We report that the continuous assembly of polymers (CAP) approach, mediated by ring-opening metathesis polymerization (ROMP), is a facile and versatile technology to prepare engineered nanocoatings for various biomedical applications. Low-fouling coatings on particles were obtained by the formation of multicompositional, layered films via simple and efficient tandem CAP(ROMP) processes that are analogous to chain extension reactions. In addition, the CAP(ROMP) approach allows for the efficient postfunctionalization of the CAP films with bioactive moieties via cross-metathesis reactions between the surface-immobilized catalysts and symmetrical alkene derivatives. The combined features of the CAP(ROMP) approach (i.e., versatile polymer selection and facile functionalization) allow for the fabrication and surface modification of various types of polymer films, including those with intrinsic protein-repellent properties and selective protein recognition capabilities. This study highlights the various types of advanced coatings and materials that the CAP approach can be used to generate, which may be useful for biomedical applications.

Photocontrolled Cargo Release from Dual Cross-Linked Polymer Particles.

Burst release of a payload from polymeric particles upon photoirradiation was engineered by altering the cross-linking density. This was achieved via a dual cross-linking concept whereby noncovalent cross-linking was provided by cyclodextrin host-guest interactions, and irreversible covalent cross-linking was mediated by continuous assembly of polymers (CAP). The dual cross-linked particles (DCPs) were efficiently infiltrated (∼80-93%) by the biomacromolecule dextran (molecular weight up to 500 kDa) to provide high loadings (70-75%). Upon short exposure (5 s) to UV light, the noncovalent cross-links were disrupted resulting in increased permeability and burst release of the cargo (50 mol % within 1 s) as visualized by time-lapse fluorescence microscopy.

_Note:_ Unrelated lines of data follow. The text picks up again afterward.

"""Counts to samples in tesla, in one pass over the counts and bounded memory.

Every row becomes samples in normalised units by one linear map (`Demodulator`) and is put on a
scratch file; what the pass learns of the channels (response from the tone, or from contrast and
sensing time; noise; state) then turns them into tesla while the record is written.
"""

from __future__ import annotations

import tempfile
from collections.abc import Iterator
from dataclasses import dataclass, field, replace
from pathlib import Path

import numpy as np
from numpy.typing import NDArray

from recon.counts.acquisition import Acquisition
from recon.counts.channel_state import ChannelState, judge
from recon.counts.findings import Finding, inspect_rows
from recon.counts.inspection import Inspection, inspect
from recon.counts.record import CountsRecord
from recon.counts.reference import Reference
from recon.counts.stream import RowTable, Scratch, stream
from recon.errors import InputError
from recon.physics.photons import phase_per_field
from recon.protocol import Protocol
from recon.record import Record, RecordWriter
from recon.solvers.estimate import Progress, silent

FloatArray = NDArray[np.floating]
ComplexArray = NDArray[np.complexfloating]

TONE_SEEN = 5.0
"""Standard errors by which the tone must stand out."""

UNEVEN = 0.1
"""Spread of the channels' weights above which a record carries them."""


@dataclass(frozen=True)
class Settings:
    """How to convert.

    Attributes
    ----------
    reference
        How to read the reference; by default the way that leaves least noise.
    tone
        Take the response and each row's phase from the tone, where the acquisition has one. It is
        taken out of the samples in any case.
    mains
        Look for pickup from the mains and remove it.
    common_noise
        Project out noise that all channels share, in shots without a sensor gradient.
    """

    reference: Reference | None = None
    tone: bool = True
    mains: bool = True
    common_noise: bool = True


@dataclass(frozen=True, eq=False)
class Conversion:
    """Samples and what was learnt on the way.

    Attributes
    ----------
    record
        Samples in tesla of every measured shot; its sample times are the windows' centres.
    acquisition
        How the counts were taken.
    shots
        Which shots of the counts' protocol it holds.
    channels
        Response, noise and state of every channel.
    rows
        One entry per row: light, phase and amplitude of the tone, pickup.
    inspection
        What the first look found.
    findings
        Oddities, each with what was done about it.
    """

    record: Record
    acquisition: Acquisition
    shots: NDArray[np.intp]
    channels: ChannelState
    rows: RowTable
    inspection: Inspection
    findings: tuple[Finding, ...] = field(default=())


def convert(
    counts: CountsRecord,
    path: Path | str | None = None,
    settings: Settings | None = None,
    *,
    progress: Progress = silent,
) -> Conversion:
    """Convert a record of counts; the samples go to a file, or stay in memory.

    Raises
    ------
    InputError
        No row is whole, the reference is zero, the tone is not there, no channel is usable, a line
        cannot be told from the samples, or the record cannot be written.
    """
    settings = settings or Settings()
    progress("looking at a few shots", None)
    use, findings = inspect_rows(counts)
    tone = settings.tone and counts.acquisition.tone is not None
    look = inspect(counts, use, settings.reference, tone=tone, mains=settings.mains)
    with tempfile.TemporaryDirectory(
        prefix=".partial-", dir=None if path is None else _folder(path)
    ) as folder:
        scratch = Scratch.create(counts, Path(folder))
        table, light, saturated, phasor = stream(counts, use, look, scratch, tone, progress)
        channels = _channels(counts, look, light, saturated, phasor if tone else None, len(use))
        shots = np.flatnonzero(scratch.measured)
        protocol = _measured_protocol(counts, shots, scratch.measured[shots])
        pattern = _pattern(look, channels) if settings.common_noise else None
        blocks = _in_tesla(scratch, shots, channels, pattern, protocol, counts, progress)
        record = _written(path, counts, protocol, channels, blocks)
    return Conversion(record, counts.acquisition, shots, channels, table, look, tuple(findings))


def _folder(path: Path | str) -> Path:
    folder = Path(path).parent
    try:
        folder.mkdir(parents=True, exist_ok=True)
    except OSError as error:
        raise InputError(f"cannot write ({error.strerror})", str(folder)) from error
    return folder


def _channels(
    counts: CountsRecord,
    look: Inspection,
    light: FloatArray,
    saturated: NDArray[np.bool_],
    phasor: ComplexArray | None,
    rows: int,
) -> ChannelState:
    """Response and state of the channels; the tone's phasor is its mean over the rows."""
    readout = counts.instrument.readout
    slope = phase_per_field(readout.sensing_time, readout.efficiency)
    expected = look.contrast / 2 * slope
    error = np.full(len(light), np.nan)
    response = expected.astype(complex)
    if phasor is not None:
        tone = counts.acquisition.tone
        assert tone is not None
        spread = look.noise * np.sqrt(look.demodulator.line_variance[:2].mean() / rows)
        _check_tone(counts, phasor, spread, light)
        response, error = phasor / tone.amplitude, spread / tone.amplitude
    state = judge(response, light, look.contrast, look.noise, saturated)
    size = np.maximum(np.abs(response), 1e-300)
    noise = look.noise * np.sqrt(look.demodulator.noise_factor) / size
    noise = np.where(state == 0, noise, np.inf)
    shape = counts.row_shape[1:]
    maps = (response, error, noise, look.contrast, light, state)
    return ChannelState(*(one.reshape(shape) for one in maps))


def _check_tone(
    counts: CountsRecord, phasor: ComplexArray, spread: FloatArray, light: FloatArray
) -> None:
    """Refuse a tone that does not stand out of the noise of all lit channels together."""
    lit = (light > 0) & (spread > 0)
    weight = 1 / spread[lit] ** 2
    mean = (weight * phasor[lit]).sum() / weight.sum()
    error = 1 / np.sqrt(weight.sum())
    if abs(mean) < TONE_SEEN * error:
        tone = counts.acquisition.tone
        assert tone is not None
        raise InputError(
            f"the calibration tone of {tone.amplitude_nT:g} nT at {tone.offset_Hz:+g} Hz is not "
            f"there: its line is {abs(mean):.2g} ± {error:.2g} of the light",
            str(counts.path),
            "switch it on, state its true offset, or convert without it",
        )


def _measured_protocol(
    counts: CountsRecord, shots: NDArray[np.intp], measured: NDArray[np.int64]
) -> Protocol:
    """The table of the shots that were measured, sampled at the windows' centres."""
    acquisition, protocol = counts.acquisition, counts.protocol.subset(shots)
    clock = np.full(len(counts.protocol), np.nan)
    clock[counts.shot[::-1]] = counts.clock_time[::-1]
    times = clock[shots] if np.isfinite(clock[shots]).all() else protocol.clock_time
    return replace(
        protocol,
        averages=measured,
        clock_time=times,
        sample_times=protocol.sample_times + acquisition.window_centre,
        sample_duration=acquisition.window,
    )


def _pattern(look: Inspection, channels: ChannelState) -> FloatArray | None:
    """The shared noise in samples, (channels,), zero where a channel is not used."""
    if not look.common.uniform:
        return None
    size = np.abs(channels.response).ravel()
    good = channels.good.ravel()
    pattern = np.zeros(good.shape)
    pattern[good] = look.common.patterns[0][good] * look.noise[good] / size[good]
    return pattern


def _in_tesla(
    scratch: Scratch,
    shots: NDArray[np.intp],
    channels: ChannelState,
    pattern: FloatArray | None,
    protocol: Protocol,
    counts: CountsRecord,
    progress: Progress,
) -> Iterator[NDArray[np.complex64]]:
    """Samples (1, times, channels y, channels x) of one shot after the other."""
    good = channels.good.ravel()
    scale = np.zeros(good.shape, np.complex64)
    scale[good] = 1 / channels.response.ravel()[good]
    carrier = counts.acquisition.carrier(counts.instrument)
    turns = np.exp(2j * np.pi * (carrier * protocol.evolution_time % 1)).astype(np.complex64)
    remove = _projection(pattern, channels)
    for place, shot in enumerate(shots):
        block = scratch.sums[shot] * (scale * (turns[place] / scratch.measured[shot]))
        if remove is not None and not protocol.sensor_wavevector[place].any():
            block -= (block @ remove[1])[:, None] * remove[0]
        progress("writing samples", (place + 1) / len(shots))
        yield block.reshape(1, len(block), *channels.good.shape)


def _projection(
    pattern: FloatArray | None, channels: ChannelState
) -> tuple[NDArray[np.float32], NDArray[np.float32]] | None:
    """u and W u/(uᵀ W u): taking off u times the second's product leaves nothing along u."""
    if pattern is None:
        return None
    weighed = pattern * channels.weight.ravel()
    other = weighed / (pattern @ weighed)
    size = np.sqrt((pattern**2).mean())
    return (pattern / size).astype(np.float32), (other * size).astype(np.float32)


def _written(
    path: Path | str | None,
    counts: CountsRecord,
    protocol: Protocol,
    channels: ChannelState,
    blocks: Iterator[NDArray[np.complex64]],
) -> Record:
    weight = _carried(channels.weight)
    if path is None:
        samples = np.concatenate(list(blocks))
        return Record.from_arrays(
            counts.instrument,
            protocol,
            samples,
            counts.description_json,
            noise_sd=channels.noise_sd,
            channel_weight=weight,
        )
    writer = RecordWriter(
        path,
        counts.instrument,
        protocol,
        counts.description_json,
        channels.noise_sd,
        channel_weight=weight,
    )
    with writer:
        for block in blocks:
            writer.append(block)
    return Record.open(path)


def _carried(weight: NDArray[np.float32]) -> NDArray[np.float32] | None:
    """The weights, or None where they are so even that blocks may be kept."""
    even = weight.min() > 0 and float(weight.std() / weight.mean()) < UNEVEN
    return None if even else weight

As sunlight contains UV light at low intensities, the particles can potentially be incorporated into systems used in agriculture, environmental control, and food packaging, whereby sunlight could control the release of nutrients and antimicrobial agents.

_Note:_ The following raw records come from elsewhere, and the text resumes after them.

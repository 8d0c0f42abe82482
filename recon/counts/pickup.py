"""Lines picked up from the mains: their frequency from the frames themselves, and which matter.

The mains drift by tenths of a hertz. With windows and tone projected out, the frequency is that
at which its multiples explain most of the channels' mean,

    E(f) = Σ_rows |Q(f)ᵀ M y|²,    standard error 1/√(−E″ / 2σ²),

Q an orthonormal basis of the projected lines (least squares; Kay, Fundamentals of Statistical
Signal Processing: Estimation Theory, 1993, chapter 7).
"""

from __future__ import annotations

from collections.abc import Sequence
from dataclasses import dataclass

import numpy as np
from numpy.typing import NDArray
from scipy.optimize import minimize_scalar

from recon.counts.demodulation import DISTINCT, Line, line_columns, shares, window_columns
from recon.counts.record import CountsRecord

FloatArray = NDArray[np.floating]
REACH_HZ = 0.6
CLEARLY = 1.2
"""How much more than the least share must remain of a line, since its frequency still moves."""

FELT = 1e-3
"""Share of a line from which on it matters for the frequency, though it need not be removed."""

STRONG = 5.0
"""Standard deviations by which the lines must stand out to be believed."""


@dataclass(frozen=True)
class Pickup:
    """Mains lines in the frames.

    Attributes
    ----------
    frequency_Hz, standard_error_Hz
        Of the mains.
    lines
        The multiples that are removed.
    hidden
        Multiples that windows take up themselves.
    """

    frequency_Hz: float  # noqa: N815
    standard_error_Hz: float  # noqa: N815
    lines: tuple[Line, ...]
    hidden: tuple[int, ...]


def find_pickup(record: CountsRecord, traces: FloatArray, others: Sequence[Line]) -> Pickup | None:
    """Mains lines in the channels' mean frames (rows, frames), or None if there are none."""
    search = _Search(record, np.asarray(traces, np.float64), others)
    nominal, asked = record.acquisition.mains_Hz, record.acquisition.mains_harmonics
    clear = search.clear(nominal, asked, CLEARLY * DISTINCT)
    felt = search.clear(nominal, asked, FELT)
    if not clear:
        return None
    frequency, error = _frequency(search, nominal, felt)
    variance, degrees = search.variance(frequency, felt), 2 * len(clear) * len(traces)
    if search.energy(frequency, clear) / variance < degrees + STRONG * np.sqrt(2 * degrees):
        return None
    lines = tuple(Line(f"mains × {h}", h * frequency) for h in clear)
    return Pickup(frequency, error, lines, tuple(h for h in asked if h not in clear))


def _frequency(search: _Search, nominal: float, multiples: tuple[int, ...]) -> tuple[float, float]:
    """The mains' frequency and its standard error, Hz."""
    grid = nominal + np.linspace(-REACH_HZ, REACH_HZ, 61)
    step = grid[1] - grid[0]
    best = float(grid[int(np.argmax([search.energy(f, multiples) for f in grid]))])
    refined = minimize_scalar(
        lambda f: -search.energy(f, multiples), bounds=(best - step, best + step), method="bounded"
    )
    frequency, width = float(refined.x), step / 8
    here, below, above = (
        search.energy(frequency + shift, multiples) for shift in (0.0, -width, width)
    )
    bend = (above - 2 * here + below) / width**2
    variance = search.variance(frequency, multiples)
    return frequency, float(np.sqrt(2 * variance / max(-bend, 1e-300)))


class _Search:
    """The rows with everything but pickup projected out."""

    def __init__(self, record: CountsRecord, traces: FloatArray, others: Sequence[Line]) -> None:
        self._record = record
        angle = record.acquisition.frame_angles(record.instrument, record.protocol)
        self._windows, _ = np.linalg.qr(window_columns(angle))
        self._others = self._basis(self._columns(others)) if others else None
        self._rows = self._project(traces.T)

    def clear(self, frequency: float, multiples: tuple[int, ...], least: float) -> tuple[int, ...]:
        """The multiples of which at least a share remains beside windows and each other."""
        kept = tuple(h for h in multiples if self._shares(frequency, (h,))[0][0] >= least**2)
        while kept:
            values, vectors = self._shares(frequency, kept)
            if values[0] >= least**2:
                break
            worst = int(np.abs(vectors[:, 0]).argmax()) // 2
            kept = kept[:worst] + kept[worst + 1 :]
        return kept

    def _shares(self, frequency: float, multiples: Sequence[int]) -> tuple[FloatArray, FloatArray]:
        columns = self._columns([Line("", h * frequency) for h in multiples])
        rest = self._project(columns)
        return shares(rest.T @ rest, columns)

    def energy(self, frequency: float, multiples: Sequence[int]) -> float:
        """E(f)."""
        return float((self._explained(frequency, multiples) ** 2).sum())

    def variance(self, frequency: float, multiples: Sequence[int]) -> float:
        """Variance of a frame that nothing explains."""
        windows, per_window, fitted = self._windows.shape
        others = 0 if self._others is None else self._others.shape[1]
        freedom = windows * (per_window - fitted) - others - 2 * len(multiples)
        left = (self._rows**2).sum() - self.energy(frequency, multiples)
        return float(left / (max(freedom, 1) * self._rows.shape[1]))

    def _explained(self, frequency: float, multiples: Sequence[int]) -> FloatArray:
        lines = [Line("", h * frequency) for h in multiples]
        basis, _ = np.linalg.qr(self._project(self._columns(lines)))
        return np.asarray(basis.T @ self._rows)

    def _columns(self, lines: Sequence[Line]) -> FloatArray:
        return line_columns(lines, self._record.acquisition, self._record.protocol)

    def _basis(self, columns: FloatArray) -> FloatArray:
        basis, _ = np.linalg.qr(self._project(columns))
        return np.asarray(basis)

    def _project(self, columns: FloatArray) -> FloatArray:
        windows, per_window, _ = self._windows.shape
        shaped = columns.reshape(windows, per_window, -1)
        rest = shaped - self._windows @ (np.swapaxes(self._windows, 1, 2) @ shaped)
        rest = rest.reshape(windows * per_window, -1)
        others = getattr(self, "_others", None)
        return rest if others is None else rest - others @ (others.T @ rest)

Assembly of Free-Standing Polypeptide Films via the Synergistic Combination of Hyperbranched Macroinitiators, the Grafting-From Approach, and Cross-Chain Termination

Cross-linked polypeptide-based films are fabricated via a novel and robust method employing surface-initiated ring opening polymerization of α-amino acid N-carboxyanhydrides (NCA-ROP). The judicious combination of amine-based hyperbranched macroinitiators and benzyl ester-protected NCA derivatives promotes network formation by cross-chain terminations, which allows the formation of stable cross-linked peptide-based capsules in a one-pot system.